(Stored data entries)
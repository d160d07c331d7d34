package job

import (
	"context"
	"errors"
	"fmt"
	"strings"

	"gatesill/report"
	"gatesill/store"
	"gatesill/store/record"
)

// LotEdit is what `lot add` and `lot edit` may set: fields that are nil stay as
// they are.
type LotEdit struct {
	Part    *string // name of the part
	Channel *record.Channel
	Mode    *record.Mode
	// Numbers of the part, SI base units.
	OffVoltage, TestCurrent, TestVDS, IdleCurrent, VgsthMin, VgsthMax, MaxVgs, MaxVds, MaxID, MaxPD, MaxTemp, Rth *record.Num

	Supplier, DateCode, Marking, Sampled, SendBack, Note *string
	Quantity                                             *record.Num
	Margin, Guard                                        *record.Amount
}

// ofPart reports whether the edit sets anything that holds for the part.
func (e LotEdit) ofPart() bool {
	if e.Channel != nil || e.Mode != nil {
		return true
	}
	for _, n := range []*record.Num{e.OffVoltage, e.TestCurrent, e.TestVDS, e.IdleCurrent, e.VgsthMin, e.VgsthMax, e.MaxVgs, e.MaxVds, e.MaxID, e.MaxPD, e.MaxTemp, e.Rth} {
		if n != nil {
			return true
		}
	}
	return false
}

// limits reports whether the edit sets a limit of V_GS(th).
func (e LotEdit) limits() bool { return e.VgsthMin != nil || e.VgsthMax != nil }

// check refuses amounts that mean nothing, before anything is stored.
func (e LotEdit) check() error {
	if m := e.Margin; m != nil && m.Unit != "" && !(m.Value > 0) {
		return Usage("--margin 50mV, --margin 10%, or --margin none, which clears it", "--margin: %s, must be above 0", report.AmountWords(*m))
	}
	if g := e.Guard; g != nil && g.Value < 0 {
		return Usage("--guard 20mV, --guard 2u, or --guard none, which clears it", "--guard: %s, must be 0 or more", report.AmountWords(*g))
	}
	return nil
}

// inOrder refuses limits of a part that are the wrong way round.
func inOrder(p record.Part) error {
	low, ok := p.VgsthMin.Get()
	high, ok2 := p.VgsthMax.Get()
	if ok && ok2 && low > high {
		return Usage("--vgsth-min 2 --vgsth-max 4; both are changed together, and more negative is lower", "part %q: the lower limit of V_GS(th), %s, is above the upper one, %s",
			p.Name, report.FormatGiven(low, "V"), report.FormatGiven(high, "V"))
	}
	return nil
}

// doubt warns of amounts that were probably meant in another unit.
func (e LotEdit) doubt(env *Env, part record.Part) {
	if e.Margin != nil {
		env.doubtMargin(*e.Margin)
	}
	if e.Guard != nil {
		env.doubtGuard(*e.Guard, part)
	}
}

func set[T any](dst *T, src *T) {
	if src != nil {
		*dst = *src
	}
}

func (e LotEdit) applyPart(p *record.Part) {
	set(&p.Channel, e.Channel)
	set(&p.Mode, e.Mode)
	set(&p.OffVoltage, e.OffVoltage)
	set(&p.TestCurrent, e.TestCurrent)
	set(&p.TestVDS, e.TestVDS)
	set(&p.IdleCurrent, e.IdleCurrent)
	set(&p.VgsthMin, e.VgsthMin)
	set(&p.VgsthMax, e.VgsthMax)
	set(&p.MaxVgs, e.MaxVgs)
	set(&p.MaxVds, e.MaxVds)
	set(&p.MaxID, e.MaxID)
	set(&p.MaxPD, e.MaxPD)
	set(&p.MaxTemp, e.MaxTemp)
	set(&p.Rth, e.Rth)
}

func (e LotEdit) applyLot(l *record.Lot) {
	set(&l.Supplier, e.Supplier)
	set(&l.DateCode, e.DateCode)
	set(&l.Marking, e.Marking)
	set(&l.Sampled, e.Sampled)
	set(&l.Note, e.Note)
	set(&l.Quantity, e.Quantity)
	if e.Margin != nil && *e.Margin != l.Margin {
		l.Margin, l.MarginSetAt = *e.Margin, record.Now()
	}
	guard, sendBack := l.Guard, l.SendBack
	set(&l.Guard, e.Guard)
	set(&l.SendBack, e.SendBack)
	if l.Guard != guard || l.SendBack != sendBack {
		l.DecidedAt = record.Now()
	}
}

// unnamedPart is the name of the part of a lot for which none was given.
func unnamedPart(lot string) string { return "part of lot " + lot }

// LotAdd makes a lot, and its part where that is new.
func LotAdd(ctx context.Context, env *Env, name string, edit LotEdit) error {
	if err := edit.check(); err != nil {
		return err
	}
	var shared []string
	var part record.Part
	err := env.update(ctx, true, func(tx *store.Tx) (err error) {
		if _, err := tx.Lot(name); err == nil {
			return failed("gatesill lot edit "+Quote(name)+" changes it", "lot %q: already there", name)
		} else if !errors.Is(err, store.ErrNotFound) {
			return err
		}
		if part, err = partFor(tx, name, edit.Part); err != nil {
			return err
		}
		if part.ID == "" || edit.ofPart() {
			edit.applyPart(&part)
			if err := inOrder(part); err != nil {
				return err
			}
			if err := tx.PutPart(&part, "lot add"); err != nil {
				return invalid(err)
			}
			if shared, err = tx.LotsOfPart(part.ID); err != nil {
				return err
			}
		}
		lot := record.Lot{Name: name, PartID: part.ID, CreatedAt: record.Now()}
		edit.applyLot(&lot)
		return invalid(tx.PutLot(&lot, "lot add"))
	})
	if err != nil {
		return err
	}
	edit.doubt(env, part)
	env.tellShared(shared, name)
	env.talk("lot %s added", report.Clean(name))
	return nil
}

// partFor gives the part of that name, a new one (ID "") when it is not there
// yet. Without a name the part is named after the lot.
func partFor(tx *store.Tx, lot string, name *string) (record.Part, error) {
	want := unnamedPart(lot)
	if name != nil {
		want = *name
	}
	part, err := tx.Part(want)
	if errors.Is(err, store.ErrNotFound) {
		return record.NewPart(want), nil
	}
	return part, err
}

// LotEditJob changes a lot and its part.
func LotEditJob(ctx context.Context, env *Env, name string, edit LotEdit, reason string) error {
	if err := edit.check(); err != nil {
		return err
	}
	var shared []string
	var part record.Part
	err := env.update(ctx, false, func(tx *store.Tx) error {
		lot, of, err := lotOf(tx, name)
		if err != nil {
			return err
		}
		part = of
		if edit.Part != nil && *edit.Part != part.Name {
			if part, err = repoint(tx, lot, part, *edit.Part, reason); err != nil {
				return err
			}
			lot.PartID = part.ID
		}
		if edit.ofPart() {
			edit.applyPart(&part)
			if err := inOrder(part); err != nil {
				return err
			}
			if err := tx.PutPart(&part, reason); err != nil {
				return invalid(err)
			}
			if shared, err = tx.LotsOfPart(part.ID); err != nil {
				return err
			}
		}
		edit.applyLot(&lot)
		if edit.Guard == nil && edit.limits() { // a window made narrower may be filled by the guard band there is
			edit.Guard = &lot.Guard
		}
		return invalid(tx.PutLot(&lot, reason))
	})
	if err != nil {
		return err
	}
	edit.doubt(env, part)
	env.tellShared(shared, name)
	env.talk("lot %s changed", report.Clean(name))
	return nil
}

// repoint gives the part of the new name: the existing one, or the unnamed part
// of the lot renamed, or a new one with the numbers of the old.
func repoint(tx *store.Tx, lot record.Lot, part record.Part, name, reason string) (record.Part, error) {
	other, err := tx.Part(name)
	if err == nil || !errors.Is(err, store.ErrNotFound) {
		return other, err
	}
	if part.Name != unnamedPart(lot.Name) {
		part.ID = ""
	}
	part.Name = name
	return part, invalid(tx.PutPart(&part, reason))
}

// tellShared says which other lots a change of their part reaches.
func (e *Env) tellShared(lots []string, but string) {
	var others []string
	for _, l := range lots {
		if l != but {
			others = append(others, report.Clean(l))
		}
	}
	if len(others) > 0 {
		e.talk("this holds for every lot of the part: also for %s", strings.Join(others, ", "))
	}
}

// invalid makes a record that does not validate a usage error.
func invalid(err error) error {
	if errors.Is(err, record.ErrInvalid) {
		return Usage("", "%w", err)
	}
	return err
}

// LotList lists all lots.
func LotList(ctx context.Context, env *Env) error {
	var lots []report.LotRow
	err := env.view(ctx, func(tx *store.Tx) error {
		ls, err := tx.Lots()
		if err != nil {
			return err
		}
		for _, l := range ls {
			p, err := tx.PartByID(l.PartID)
			if err != nil {
				return err
			}
			lots = append(lots, report.LotRow{Lot: l, Part: p})
		}
		return nil
	})
	if err != nil {
		return err
	}
	if env.JSON {
		return report.LotsJSON(env.Out, lots)
	}
	return report.LotsTable(env.Out, lots, env.style())
}

// LotShow shows one lot with its part, its devices and what was changed.
func LotShow(ctx context.Context, env *Env, name string) error {
	var f report.LotFile
	err := env.view(ctx, func(tx *store.Tx) error {
		var err error
		if f.Lot, f.Part, err = lotOf(tx, name); err != nil {
			return err
		}
		if f.Devices, err = tx.Devices(f.Lot.ID); err != nil {
			return err
		}
		if f.Sources, err = tx.Sources(f.Lot.ID); err != nil {
			return err
		}
		if f.Sessions, err = tx.Sessions(f.Lot.ID); err != nil {
			return err
		}
		if f.Sets, err = tx.Sets(f.Lot.ID); err != nil {
			return err
		}
		sweeps, err := tx.Sweeps(f.Lot.ID, false)
		if err != nil {
			return err
		}
		f.Lot.DevicesCount, f.Lot.SweepsCount = len(f.Devices), len(sweeps)
		of, err := tx.Changes("part", f.Part.ID)
		if err != nil {
			return err
		}
		f.Changes, err = tx.Changes("lot", f.Lot.ID)
		f.Changes = append(of, f.Changes...)
		return err
	})
	if err != nil {
		return err
	}
	if env.JSON {
		return report.LotFileJSON(env.Out, f)
	}
	return report.LotFileText(env.Out, f, env.style())
}

// LotRename gives a lot another name.
func LotRename(ctx context.Context, env *Env, name, to, reason string) error {
	err := env.update(ctx, false, func(tx *store.Tx) error {
		lot, part, err := lotOf(tx, name)
		if err != nil {
			return err
		}
		if err := record.CheckName("lot", to); err != nil {
			return invalid(err)
		}
		if _, err := tx.Lot(to); err == nil {
			return failed("", "lot %q: already there", to)
		}
		if part.Name == unnamedPart(name) {
			part.Name = unnamedPart(to)
			if err := tx.PutPart(&part, reason); err != nil {
				return err
			}
		}
		return tx.RenameLot(lot.ID, to, reason)
	})
	if err == nil {
		env.talk("lot %s is now %s", report.Clean(name), report.Clean(to))
	}
	return err
}

// Quote writes a name so that a shell takes it as one word.
func Quote(name string) string {
	if name != "" && strings.IndexFunc(name, func(r rune) bool {
		return !(r >= 'a' && r <= 'z' || r >= 'A' && r <= 'Z' || r >= '0' && r <= '9' || strings.ContainsRune("-_./+=@%", r))
	}) < 0 && !strings.HasPrefix(name, "-") {
		return name
	}
	return "'" + strings.ReplaceAll(name, "'", `'\''`) + "'"
}

func (e *Env) style() report.Style {
	return report.Style{Color: e.Color, Width: e.Width}
}

// count writes "1 device" or "3 devices".
func count(n int, noun string) string {
	if n == 1 {
		return "1 " + noun
	}
	return fmt.Sprintf("%d %ss", n, noun)
}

ASSIGNMENT:
Where the word "Channel" shows up in a line of the entries above, copy that line.

PROBLEM SOLUTION:
	Channel *record.Channel
	if e.Channel != nil || e.Mode != nil {
	set(&p.Channel, e.Channel)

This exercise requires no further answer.